Shedless still I prattle: N M Browne
The image of the writer tends to be that of the solitary genius. Maybe George Bernard Shaw springs to mind in his shed that moved to follow the sun?
These embodied stereotypes are often male, hard drinking, melancholic and usually gifted in ways that sets them apart from lesser mortals: excuses are made for horrible behaviour, faults are fondly reframed as idiosyncrasies.
As a female writer, who is not a solitary genius, or indeed a genius at all, I am prone to wondering (usually when I should be writing) if this stereotype holds me back. My red wine intake is perhaps a little too high but I’m generally an optimistic soul and my idiosyncrasies are all reframed as faults.
When we write it is just us and the words on the page, but I don’t know if that makes the experience unique or even that solitary. We are often not alone in person. Writers I know write in coffee shops, on kitchen tables around the detritus of family life, on packed trains and in little slivers of time squeezed between other paid work and the business of caring for other people.
Maybe it is harder to be a genius under these circumstances. It is certainly harder to be forgiven for even moderate tantrums. We have to write and think fast to be creative in these gaps of time, in the cracks between doing other things.
These days it is even hard to be solitary in your own head: everyone’s a critic. Every website wants to advise you, universities want to teach you, everyone is on the creative writing act, invading not just your writing space but the quietness in your head.

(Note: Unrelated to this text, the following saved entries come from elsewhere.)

/**
 * Step 7, recentre: the velocity field seen from another origin (src/flow/recentre.ts), with the
 * Hubble law fitted from there jointly with a dipole, beside H0 from here (the Copernican check).
 * Each galaxy's 3-D velocity is its Hubble flow plus its radial peculiar velocity (radial-only:
 * tangential peculiar velocities are unknown and set to zero). Origins:
 *   group:richest | group:ID  the group's centroid at its error-weighted distance, moving with
 *                             H D + its peculiar velocity along the line of sight; its members
 *                             are left out of the fit from there (as 'peculiar recentre' does);
 *   id:NAME                   the galaxy with that id (it must have a distance);
 *   RA,DEC,DIST               a point (deg, deg, comoving Mpc) at rest in the Hubble flow.
 * The verdict is src/flow/copernican.ts's. Writes 07-recentre.arrow (s_mpc, v_there, used per
 * galaxy) and 07-recentre.json.
 */
import { join } from "node:path";
import { writeFileAtomic } from "../../catalogue/atomic.js";
import { stringColumn, tableFromColumns, type ColumnData } from "../../catalogue/columns.js";
import { recentre, type RecentreOrigin } from "../../flow/recentre.js";
import { copernicanCheck } from "../../flow/copernican.js";
import { excludeMembers, groupOrigin, pointOrigin, richestGroup } from "../../flow/origins.js";
import { PeculiarError } from "../../errors.js";
import type { RunContext, StepOutcome } from "../runner.js";
import { saveTable, type PipelineState } from "../state.js";

export async function recentreStep(ctx: RunContext<PipelineState>): Promise<StepOutcome> {
  const { state: s, plan } = ctx;
  const fit = s.flowFit;
  const t = s.grouped ?? s.flagged ?? s.velocities;
  if (!fit || !t) throw new PeculiarError("step", "re-centring needs the flow fit (step 'flow')");
  const on = plan.steps.recentre.on.trim();
  const h0 = fit.h0;
  const use = Uint8Array.from(fit.used);
  let origin: RecentreOrigin;
  let label: string;
  const gm = /^group:(.+)$/.exec(on);
  const im = /^id:(.+)$/.exec(on);
  if (gm) {
    const g = s.groups;
    if (!g || g.nGroups === 0) throw new PeculiarError("step", `'${on}': there are no groups (did step 'groups' run?)`);
    let k = -1;
    if (gm[1] === "richest") k = richestGroup(g);
    else {
      const id = Number(gm[1]);
      k = g.id.findIndex((x) => x === id);
      if (k < 0) throw new PeculiarError("step", `no group with id ${gm[1]}`, { expected: `1..${g.nGroups} or 'richest'` });
    }
    if (k < 0) throw new PeculiarError("step", `'${on}': every group is empty`);
    const placed = groupOrigin(g, k, { h0, omegaM: plan.steps.velocities.omegaM });
    const d = placed.distMpc;
    const where = placed.atRedshiftDistance ? "the redshift distance of its mean velocity (no member has a trusted distance)" : "its error-weighted distance";
    origin = { x: placed.x, y: placed.y, z: placed.z, vr: placed.vr };
    // The members are part of the origin: they do not enter the fit from there (as 'peculiar recentre').
    excludeMembers(g, k, use);
    label = `group ${g.id[k]} (${g.nMembers[k]} members) at RA ${g.raDeg[k]!.toFixed(3)}, Dec ${g.decDeg[k]!.toFixed(3)}, ${d.toFixed(1)} Mpc (${where})`;
  } else if (im) {
    const idCol = t.roles.id;
    if (!idCol) throw new PeculiarError("step", `'${on}': the survey has no id column (name one in inputs.redshifts.columns.id)`);
    const ids = stringColumn(t.table, idCol);
    const i = ids.indexOf(im[1]!);
    if (i < 0) throw new PeculiarError("step", `no galaxy with id ${im[1]} in column ${idCol}`);
    if (!Number.isFinite(fit.points.x[i]!)) throw new PeculiarError("step", `galaxy ${im[1]} has no usable distance, so it has no position to re-centre on`);
    origin = { index: i };
    label = `galaxy ${im[1]}`;
  } else {
    const parts = on.split(",").map((p) => Number(p.trim()));
    if (parts.length !== 3 || parts.some((p) => !Number.isFinite(p)) || !(parts[2]! > 0)) {
      throw new PeculiarError("input", "steps.recentre.on: not an origin", { value: on, expected: "group:richest, group:ID, id:NAME or RA,DEC,DIST (deg, deg, Mpc)" });
    }
    const p = pointOrigin(parts[0]!, parts[1]!, parts[2]!, h0);
    origin = { x: p.x, y: p.y, z: p.z, vr: p.vr };
    label = `point RA ${parts[0]}, Dec ${parts[1]}, ${parts[2]} Mpc (at rest in the Hubble flow)`;
  }
  const sigmaStar = plan.steps.flow.sigmaStarKmS;
  const opts = { h0, sigmaStar, fitDipole: true };
  // H0 from here on the same galaxies as from there (the origin's members left out), as 'peculiar recentre'.
  const here = recentre({ ...fit.points, use }, { x: 0, y: 0, z: 0, vr: 0 }, opts);
  const r = recentre({ ...fit.points, use }, origin, opts);
  if (!Number.isFinite(r.h0There)) throw new PeculiarError("step", `the Hubble law seen from ${label} could not be fitted (${r.nUsed} galaxies usable)`);
  const check = copernicanCheck({ h0: here.h0There, err: here.h0ThereErr, rms: here.residualRmsThere }, { h0: r.h0There, err: r.h0ThereErr, rms: r.residualRmsThere });
  const n = t.table.numRows;
  const used = Uint8Array.from(r.used);
  const sNulls = Uint8Array.from(r.s, (x) => (Number.isFinite(x) ? 0 : 1));
  const vNulls = Uint8Array.from(r.vAB, (x) => (Number.isFinite(x) ? 0 : 1));
  const cols: ColumnData[] = [
    { name: "s_mpc", kind: "float64", values: r.s, nulls: sNulls, meta: { unit: "Mpc", description: `distance from ${label}` } },
    { name: "v_there", kind: "float64", values: r.vAB, nulls: vNulls, meta: { unit: "km/s", description: `radial velocity seen from ${label} (radial-only velocities)` } },
    { name: "used", kind: "bool", values: used, meta: { description: "entered the fit from there" } },
  ];
  if (t.roles.id) cols.unshift({ name: t.roles.id, kind: "utf8", values: stringColumn(t.table, t.roles.id).map((x) => x ?? ""), meta: { description: "survey id" } });
  const table = tableFromColumns(cols, new Map(), n);
  const outputs = [await saveTable(ctx.outDir, "07-recentre.arrow", table)];
  const result = {
    origin: label,
    velocity_model: r.velocityModel,
    h0_here: { value: here.h0There, error: here.h0ThereErr },
    h0_there: { value: r.h0There, error: r.h0ThereErr },
    dipole_there: { vx: r.dipole[0], vy: r.dipole[1], vz: r.dipole[2], err: r.dipoleErr, frame: "galactic" },
    residual_rms_here_kms: here.residualRmsThere,
    residual_rms_there_kms: r.residualRmsThere,
    n_used: r.nUsed,
    copernican: { verdict: check.verdict, dH: check.dH, dH_err: check.dHErr, z: check.z, scatter_ratio: check.scatterRatio },
  };
  await writeFileAtomic(join(ctx.outDir, "07-recentre.json"), JSON.stringify(result, null, 2) + "\n");
  outputs.push("07-recentre.json");
  return {
    outputs,
    numbers: { origin: label, h0Here: here.h0There, h0HereErr: here.h0ThereErr, h0There: r.h0There, h0ThereErr: r.h0ThereErr, dipoleThere: r.dipole, nUsed: r.nUsed, copernican: `${check.verdict} (${Math.abs(check.z).toFixed(2)} sigma)` },
    notes: ["velocities are radial-only: tangential peculiar velocities are unknown and taken as zero"],
  };
}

There is an upside. There is no writing problem that a whole array of people aren’t all too ready to help you solve. It is great to have friends and mentors, critique groups or informal support groups, reading groups and lets-get-drunk-and-moan-about-our-books groups, but the downside is the risk of importing all this chatter into the silence that we all need. It is easy to be so busy being a very un-solitary modern writer that the actual words- on-the-page-writing and the engaged, engrossing cover to cover reading barely occurs at all.
I don’t envy these great men their writing sheds or even their genius (or not much) I do envy them the great privilege of in-their-own- head solitude. Without that mental space none of us can create: it’s the blank screen on which our imaginations project our own weird, unique ideas, our own private portals to other worlds. I’d rather have that than a shed – even one that follows the sun.